The thing I like most about this project
It’s single-user, single-GPU, single-file-per-concept. The model is one file. The KV cache is one file. The generator is one file. The Jinja chat template lives in its own .jinja file, copied verbatim from the tokenizer config. There are no abstract base classes, no registries, no config dataclasses with 40 fields, just the shapes that Qwen3-0.6B actually uses.
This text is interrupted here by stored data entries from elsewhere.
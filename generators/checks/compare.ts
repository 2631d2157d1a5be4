/**
 * Cross-release comparison: two RMFs or two ARFs of the same detector, read on a common set of
 * energies. Differences beyond the tolerances are not errors but changes a reviewer must accept:
 * they get status 'review'; within tolerance they pass.
 */
import type { ArfData, RmfData } from '../response/types.ts';
import { fitCoreAt } from './gaussian-core.ts';
import { arfAt, bracket, lerpAt } from './interpolate.ts';
import { fmt, makeCheck } from './make-check.ts';
import { rowSums } from './numbers-rmf.ts';
import { expandRow } from '../response/compress.ts';
import { plural } from '../plural.ts';
import { DEFAULT_COMPARE_TOLERANCES, type CompareTolerances } from './tolerances.ts';
import type { Check } from './types.ts';
import { exp, log } from '../numeric/index.ts';

const EV_PER_KEV = 1000;
/** Ignore energies where the older area is below this fraction of its peak: ratios of tiny areas are noise (Kiln's choice). */
export const AREA_FLOOR_FRACTION = 1e-3;
/** Default number of probe energies for matrices, log-spaced over the common range (Kiln's choice). */
export const DEFAULT_RMF_PROBES = 24;

export interface CompareOptions {
  tolerances?: Partial<CompareTolerances>;
  /** Probe energies (keV) for matrices; default log-spaced over the common range. */
  energiesKeV?: number[];
  /** Label of the pair for messages, e.g. "v1.1.0 → v1.2.0". */
  label?: string;
}

function overlap(aLo: Float64Array, aHi: Float64Array, bLo: Float64Array, bHi: Float64Array): [number, number] | null {
  const lo = Math.max(aLo[0], bLo[0]);
  const hi = Math.min(aHi[aHi.length - 1], bHi[bHi.length - 1]);
  return hi > lo ? [lo, hi] : null;
}

/** "review.arf.area-ratio": extremes of new/old area at the old grid's bin centres inside the common range. */
export function compareArf(older: ArfData, newer: ArfData, product: string | null, opts: CompareOptions = {}): Check[] {
  const tol = { ...DEFAULT_COMPARE_TOLERANCES, ...opts.tolerances };
  const label = opts.label ? `${opts.label}: ` : '';
  const range = overlap(older.energLoKeV, older.energHiKeV, newer.energLoKeV, newer.energHiKeV);
  const base = { id: 'review.arf.area-ratio', title: 'effective area ratio new/old', product, tolerance: `1 ± ${tol.areaRatio}`, unit: 'ratio' };
  if (!range) return [makeCheck('review', { ...base, message: `${label}the two ARFs share no energy range` })];
  let peak = 0;
  for (const v of older.specrespCm2) if (Number.isFinite(v) && v > peak) peak = v;
  let rMin = Infinity, rMax = -Infinity, eMin = NaN, eMax = NaN;
  for (let i = 0; i < older.specrespCm2.length; i++) {
    const e = 0.5 * (older.energLoKeV[i] + older.energHiKeV[i]);
    const a = older.specrespCm2[i];
    if (e < range[0] || e > range[1] || !(a > AREA_FLOOR_FRACTION * peak)) continue;
    const r = arfAt(newer, e) / a;
    if (r < rMin) [rMin, eMin] = [r, e];
    if (r > rMax) [rMax, eMax] = [r, e];
  }
  if (!Number.isFinite(rMin)) return [makeCheck('review', { ...base, message: `${label}no energy with usable area in both ARFs` })];
  const worst = Math.max(Math.abs(rMin - 1), Math.abs(rMax - 1));
  // One value when the extremes agree at the shown precision: no "from 1 at E to 1 at E".
  const flat = fmt(rMin) === fmt(rMax);
  return [
    makeCheck(worst > tol.areaRatio ? 'review' : 'pass', {
      ...base,
      measured: flat ? fmt(rMin) : `${fmt(rMin)}–${fmt(rMax)}`,
      message: flat
        ? `${label}area ratio ${fmt(rMin)} at every compared energy (${fmt(range[0])}–${fmt(range[1])} keV; allowed 1 ± ${tol.areaRatio})`
        : `${label}area ratio from ${fmt(rMin)} at ${fmt(eMin)} keV to ${fmt(rMax)} at ${fmt(eMax)} keV (allowed 1 ± ${tol.areaRatio})`,
    }),
  ];
}

function logSpaced(lo: number, hi: number, n: number): number[] {
  const a = log(lo), b = log(hi);
  return Array.from({ length: n }, (_, i) => exp(a + ((b - a) * (i + 0.5)) / n));
}

/**
 * Below the core means below centroid − LOW_SIGMAS σ of the older release's fitted core (Kiln's
 * choice: a Gaussian core leaves Φ(−2) = 2.3 % there, while a soft tail a few tens of eV long,
 * such as partial-charge events, already shows; 3σ would hide it under the core).
 */
const LOW_SIGMAS = 2;
const FWHM_PER_SIGMA = 2 * Math.sqrt(2 * Math.LN2);

/**
 * Share of row `i` in channels wholly below `edgeKeV`: what the low-energy tail, the shelf, the
 * escape and fluorescence lines and any partial-charge events put below the core.
 */
function shareBelow(rmf: RmfData, i: number, edgeKeV: number): number {
  const row = expandRow(rmf.rows[i], rmf.detchans, rmf.firstChannel);
  let s = 0;
  for (let k = 0; k < row.length; k++) if (rmf.ebounds.eMaxKeV[k] <= edgeKeV) s += row[k];
  return s;
}

function lowShareAt(rmf: RmfData, e: number, core: { centroidKeV: number; fwhmEv: number }): number {
  const edge = core.centroidKeV - (LOW_SIGMAS * core.fwhmEv) / FWHM_PER_SIGMA / EV_PER_KEV;
  const br = bracket(rmf.energLoKeV, rmf.energHiKeV, e);
  const s0 = shareBelow(rmf, br.i0, edge);
  return br.i1 === br.i0 || br.t === 0 ? s0 : s0 * (1 - br.t) + shareBelow(rmf, br.i1, edge) * br.t;
}

/**
 * Five checks: "review.rmf.channels" (same channel count and bounds), "review.rmf.centroid",
 * "review.rmf.fwhm" (fitted Gaussian core), "review.rmf.row-sum" and "review.rmf.low-share"
 * (the share of the row below the older core, where a changed soft tail shows), each reporting the
 * largest difference over the probe energies and where it occurs.
 */
export function compareRmf(older: RmfData, newer: RmfData, product: string | null, opts: CompareOptions = {}): Check[] {
  const tol = { ...DEFAULT_COMPARE_TOLERANCES, ...opts.tolerances };
  const label = opts.label ? `${opts.label}: ` : '';
  const out: Check[] = [];
  const sameChannels =
    older.detchans === newer.detchans &&
    older.firstChannel === newer.firstChannel &&
    older.ebounds.eMinKeV.every((v, i) => Math.abs(v - newer.ebounds.eMinKeV[i]) <= 1e-6 * Math.max(Math.abs(v), 1e-6));
  out.push(
    makeCheck(sameChannels ? 'pass' : 'review', {
      id: 'review.rmf.channels',
      title: 'same channels and channel bounds',
      product,
      measured: `${older.detchans} → ${newer.detchans}`,
      tolerance: 'equal',
      unit: 'channels',
      message: sameChannels ? `${label}channel grid unchanged` : `${label}channel grid changed (DETCHANS ${older.detchans} → ${newer.detchans}, or EBOUNDS differ): spectra binned for one do not fit the other`,
    }),
  );
  const range = overlap(older.energLoKeV, older.energHiKeV, newer.energLoKeV, newer.energHiKeV);
  if (!range) {
    out.push(makeCheck('review', { id: 'review.rmf.energy-range', title: 'common energy range', product, message: `${label}the matrices share no energy range` }));
    return out;
  }
  const energies = (opts.energiesKeV ?? logSpaced(Math.max(range[0], 1e-3), range[1], DEFAULT_RMF_PROBES)).filter((e) => e >= range[0] && e <= range[1]);
  const sumsA = rowSums(older);
  const sumsB = rowSums(newer);
  const worst = { centroid: { d: 0, e: NaN }, fwhm: { d: 0, e: NaN }, sum: { d: 0, e: NaN }, low: { d: 0, e: NaN, a: 0 } };
  let fitted = 0;
  for (const e of energies) {
    const sa = lerpAt(sumsA, bracket(older.energLoKeV, older.energHiKeV, e));
    const sb = lerpAt(sumsB, bracket(newer.energLoKeV, newer.energHiKeV, e));
    if (Math.abs(sb - sa) > Math.abs(worst.sum.d)) worst.sum = { d: sb - sa, e };
    const ca = fitCoreAt(older, e);
    const cb = fitCoreAt(newer, e);
    if (!ca || !cb) continue;
    fitted++;
    const dc = (cb.centroidKeV - ca.centroidKeV) * EV_PER_KEV;
    const df = cb.fwhmEv - ca.fwhmEv;
    if (Math.abs(dc) > Math.abs(worst.centroid.d)) worst.centroid = { d: dc, e };
    if (Math.abs(df) > Math.abs(worst.fwhm.d)) worst.fwhm = { d: df, e };
    // both rows cut at the older core, so a moved core does not count as a changed tail
    const la = lowShareAt(older, e, ca);
    const dl = lowShareAt(newer, e, ca) - la;
    if (Math.abs(dl) > Math.abs(worst.low.d)) worst.low = { d: dl, e, a: la };
  }
  const at = (w: { e: number }) => (Number.isFinite(w.e) ? ` at ${fmt(w.e)} keV` : '');
  const probes = plural(energies.length, 'probe energy', 'probe energies');
  const coreNote = fitted === 0 ? `no energy of ${probes} where both cores could be fitted` : fitted === energies.length ? `over ${probes}` : `over the ${fitted} of ${probes} where both cores could be fitted`;
  out.push(
    makeCheck(fitted === 0 || Math.abs(worst.centroid.d) > tol.centroidEv ? 'review' : 'pass', {
      id: 'review.rmf.centroid',
      title: 'largest change of the core centroid',
      product,
      measured: worst.centroid.d,
      tolerance: tol.centroidEv,
      unit: 'eV',
      message: `${label}largest centroid change ${fmt(worst.centroid.d)} eV${at(worst.centroid)} (${coreNote}; allowed ±${fmt(tol.centroidEv)} eV)`,
    }),
    makeCheck(fitted === 0 || Math.abs(worst.fwhm.d) > tol.fwhmEv ? 'review' : 'pass', {
      id: 'review.rmf.fwhm',
      title: 'largest change of the core FWHM',
      product,
      measured: worst.fwhm.d,
      tolerance: tol.fwhmEv,
      unit: 'eV',
      message: `${label}largest FWHM change ${fmt(worst.fwhm.d)} eV${at(worst.fwhm)} (${coreNote}; allowed ±${fmt(tol.fwhmEv)} eV)`,
    }),
    makeCheck(Math.abs(worst.sum.d) > tol.rowSum ? 'review' : 'pass', {
      id: 'review.rmf.row-sum',
      title: 'largest change of the row sum (redistribution efficiency)',
      product,
      measured: worst.sum.d,
      tolerance: tol.rowSum,
      message: `${label}largest row-sum change ${fmt(worst.sum.d)}${at(worst.sum)} (over ${probes}; allowed ±${fmt(tol.rowSum)})`,
    }),
    makeCheck(fitted > 0 && Math.abs(worst.low.d) > tol.lowShare ? 'review' : 'pass', {
      id: 'review.rmf.low-share',
      title: 'largest change of the share below the core (centroid − 2σ: soft tail, shelf, escape)',
      product,
      measured: worst.low.d,
      tolerance: tol.lowShare,
      message: `${label}largest change of the share below the core ${fmt(worst.low.d)}${Number.isFinite(worst.low.e) ? ` at ${fmt(worst.low.e)} keV (from ${fmt(worst.low.a)})` : ''} (${coreNote})`,
    }),
  );
  return out;
}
When you’re learning something, the right level of abstraction is “none.” Every layer of indirection between you and the math is a layer you have to reverse-engineer before the ideas land. A production inference server is a marvel of engineering, but it’s a terrible place to learn what a KV cache is. The right place is 200 lines of PyTorch where you can see every tensor shape.
Try it
git clone https://github.com/ricklamers/kvcache-exploration
cd kvcache-exploration
uv sync
uv run python scripts/verify_against_hf.py # ~5 prompts, should all be OK
(cd web && npm install && npm run build)
uv run uvicorn kvcache_explored.server:app --host 127.0.0.1 --port 8000
# → http://127.0.0.1:8000
Send a medium-length prompt with KV cache on, watch the latency chart be flat. Then hit restart engine, toggle KV cache off, send the same prompt, and watch the latency climb. Both runs share the same chart, so the comparison is right there in front of you.
The Python code is ~2000 lines. All of it is meant to be read.